Ora se ne andava verso Noyal a compiere il proprio dovere di figlio. E a cercare risposte, in un’estate neonata che aveva appuntito l’assillo degli interrogativi riguardo al senso della propria vita, fino ad allora spesa a farsi trascinare impotente dall’impeto rovinoso dell’amore che provava per lei, che forse nemmeno l’aveva mai considerato un uomo. Giorno dopo giorno, in questa corrente furiosa era finita travolta ogni altra prospettiva, ogni opportunità di plasmare la propria esistenza, per lo meno nei limiti di quanto gli consentisse la sua condizione sociale. C’era da capire, soprattutto, quanto ancora si potesse resistere a tirare avanti a quel modo, da asceta nel corpo e da dannato nel cuore. E come far fronte alla convinzione che avvertiva affiorare e che in parte lo sgomentava per il fatto di riferirsi a una misura impossibile da quantificare, ché essa irrefutabilmente sfuggiva all’idea circoscritta e ordinaria del tempo assimilandosi a quella conturbante e terribile dell’infinito.





N.d.A. Ogni mistero è infine svelato, almeno per i lettori. Spero di non aver deluso nessuno e che anche il passato che mi sono inventata per André e i suoi antenati risulti credibile.
Grazie, come sempre, a chi ha letto e leggerà e a chi vorrà lasciarmi le proprie impressioni.
 
[1] Nella mia storia palazzo Jarjayes si trova a sud-ovest di Versailles (e, dunque, anche di Parigi), da qualche parte nei pressi di Guyancourt. Il motivo di ciò è puramente "pratico": Jossigny sarebbe stata una località troppo lontana ed è dalla parte sbagliata rispetto a quello che serviva a me.

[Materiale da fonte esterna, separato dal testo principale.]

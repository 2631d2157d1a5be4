/**
 * Refit of a whole matrix row with the profile family the line fits use: Gaussian core, low-energy
 * exponential tail (exponentially modified Gaussian) and flat shelf down to the lowest channel,
 * integrated over each channel (physics/profile.ts CDFs). Weighted least squares as for a line
 * measured with REFIT_COUNTS events (σ_k = √counts), on the channels above the threshold, with the
 * Si escape peak and the Si Kα fluorescence line masked (±MASK_SIGMAS σ). The fractions are given
 * as shares of all events at that energy (the fitted normalisation folds in escape and
 * fluorescence, as the profile model does). Whatever the matrix was made from (laws, an
 * interpolation, the partial-charge model), the refit says what a line fit would measure on it.
 */
import { weightedLeastSquares } from '../fit/lsq.ts';
import { componentCdf, type ProfileComponent } from '../physics/profile.ts';
import type { RmfData } from '../response/types.ts';
import { fitCoreAt } from './gaussian-core.ts';
import { bracket, denseRow } from './interpolate.ts';

/** Events of the notional line whose counting noise weights the refit (Kiln's choice: far more than any line fit has). */
export const REFIT_COUNTS = 1e6;
/** Half-width of the masks around the escape peak and the fluorescence line, in σ. */
export const MASK_SIGMAS = 5;
/** Channels used above the peak, in σ. */
const ABOVE_SIGMAS = 6;
const EV_PER_KEV = 1000;

export interface ProfileRefit {
  centroidKeV: number;
  sigmaKeV: number;
  tailFraction: number;
  tailScaleEv: number;
  shelfFraction: number;
  /** Channels used. */
  points: number;
}

export interface RefitContext {
  thresholdKeV: number;
  /** Si Kα energy and K edge (masks); omit when the matrix has neither escape nor fluorescence. */
  siKAlphaKeV?: number;
  siKEdgeKeV?: number;
  /** Starting values (usually the line fit's). */
  start: { tailFraction: number; tailScaleEv: number; shelfFraction: number };
}

export function refitProfileAt(rmf: RmfData, energyKeV: number, ctx: RefitContext): ProfileRefit | null {
  const core = fitCoreAt(rmf, energyKeV, { side: 'upper' });
  if (!core) return null;
  const br = bracket(rmf.energLoKeV, rmf.energHiKeV, energyKeV);
  const i = br.t < 0.5 ? br.i0 : br.i1;
  const row = denseRow(rmf, i);
  const { eMinKeV, eMaxKeV } = rmf.ebounds;
  const c0 = core.centroidKeV;
  const s0 = core.fwhmEv / 2.3548200450309493 / EV_PER_KEV;
  const lowest = eMinKeV[0];
  const masks: [number, number][] = [];
  if (ctx.siKAlphaKeV !== undefined) {
    const w = MASK_SIGMAS * s0;
    masks.push([ctx.siKAlphaKeV - w, ctx.siKAlphaKeV + w]);
    if (ctx.siKEdgeKeV !== undefined && energyKeV > ctx.siKEdgeKeV) masks.push([energyKeV - ctx.siKAlphaKeV - w, energyKeV - ctx.siKAlphaKeV + w]);
  }
  const use: number[] = [];
  for (let k = 0; k < row.length && k < eMinKeV.length; k++) {
    if (eMinKeV[k] < ctx.thresholdKeV || eMaxKeV[k] > c0 + ABOVE_SIGMAS * s0) continue;
    const mid = 0.5 * (eMinKeV[k] + eMaxKeV[k]);
    if (masks.some(([a, b]) => mid > a && mid < b)) continue;
    use.push(k);
  }
  if (use.length < 8) return null;
  const y = use.map((k) => row[k]);
  const sigma = y.map((v) => Math.sqrt(Math.max(v, 1 / REFIT_COUNTS) / REFIT_COUNTS));

  // θ = [centroid keV, σ keV, tail share, tail scale keV, shelf share, normalisation]
  const cache = new Map<string, Float64Array>();
  const channelProbs = (t: readonly number[]): Float64Array => {
    const key = t.join(',');
    const hit = cache.get(key);
    if (hit) return hit;
    const [c, s, ft, tau, fs, norm] = t;
    const comps: ProfileComponent[] = [
      { kind: 'peak', fraction: 1 - fs, centroidKeV: c, sigmaKeV: s, scaleKeV: tau, tailShare: (1 - fs) > 0 ? ft / (1 - fs) : 0 },
      { kind: 'shelf', fraction: fs, lowKeV: Math.min(lowest, c), highKeV: c, sigmaKeV: s },
    ];
    const cdfs = comps.map((cp) => ({ f: cp.fraction, F: componentCdf(cp) }));
    const F = (x: number) => cdfs.reduce((acc, q) => acc + q.f * q.F(x), 0);
    const out = new Float64Array(use.length);
    use.forEach((k, j) => (out[j] = norm * (F(eMaxKeV[k]) - F(eMinKeV[k]))));
    if (cache.size > 64) cache.clear();
    cache.set(key, out);
    return out;
  };
  const index = use.map((_, j) => j);
  const st = ctx.start;
  try {
    const fit = weightedLeastSquares({
      names: ['centroid', 'sigma', 'tail', 'tailScale', 'shelf', 'norm'],
      x: index,
      y,
      sigma,
      model: (t, j) => channelProbs(t)[j],
      initial: [c0, s0, Math.min(Math.max(st.tailFraction, 1e-4), 0.8), Math.max(st.tailScaleEv, 5) / EV_PER_KEV, Math.min(Math.max(st.shelfFraction, 1e-4), 0.4), 1],
      min: [c0 - 5 * s0, 0.2 * s0, 0, 1e-3, 0, 0.2],
      max: [c0 + 5 * s0, 5 * s0, 0.95, 2, 0.5, 1.5],
      scale: [s0, s0, 0.01, 0.02, 0.005, 1],
      label: `profile refit at ${energyKeV} keV`,
    });
    const p = fit.params;
    return {
      centroidKeV: p.centroid,
      sigmaKeV: p.sigma,
      tailFraction: p.tail * p.norm,
      tailScaleEv: p.tailScale * EV_PER_KEV,
      shelfFraction: p.shelf * p.norm,
      points: use.length,
    };
  } catch {
    return null;
  }
}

[2] La parrocchia esiste davvero ed è l’unica che ci sia a Noyal-sur-Brutz, ma dalle mie ricerche la chiesa parrocchiale risulta edificata nel XIX secolo. Ho, comunque, deciso di non badare all’anacronismo, immaginando che possa essere sorta su un nucleo più antico. Inoltre, mi piaceva l’idea che la chiesa del villaggio natale di André fosse dedicata al santo che condivise il proprio mantello con un mendicante, non essendo André stesso estraneo alla pratica di porgere mantelli ai bisognosi…
[3] Il comune di Illiers, che si trova davvero sull’itinerario tra Guyancourt e Noyal-sur-Brutz, è la località a cui è ispirato il paese immaginario di Combray di cui narra Proust ne La Recherche e per questo nel 1971 è stato ribattezzato Illiers-Combray.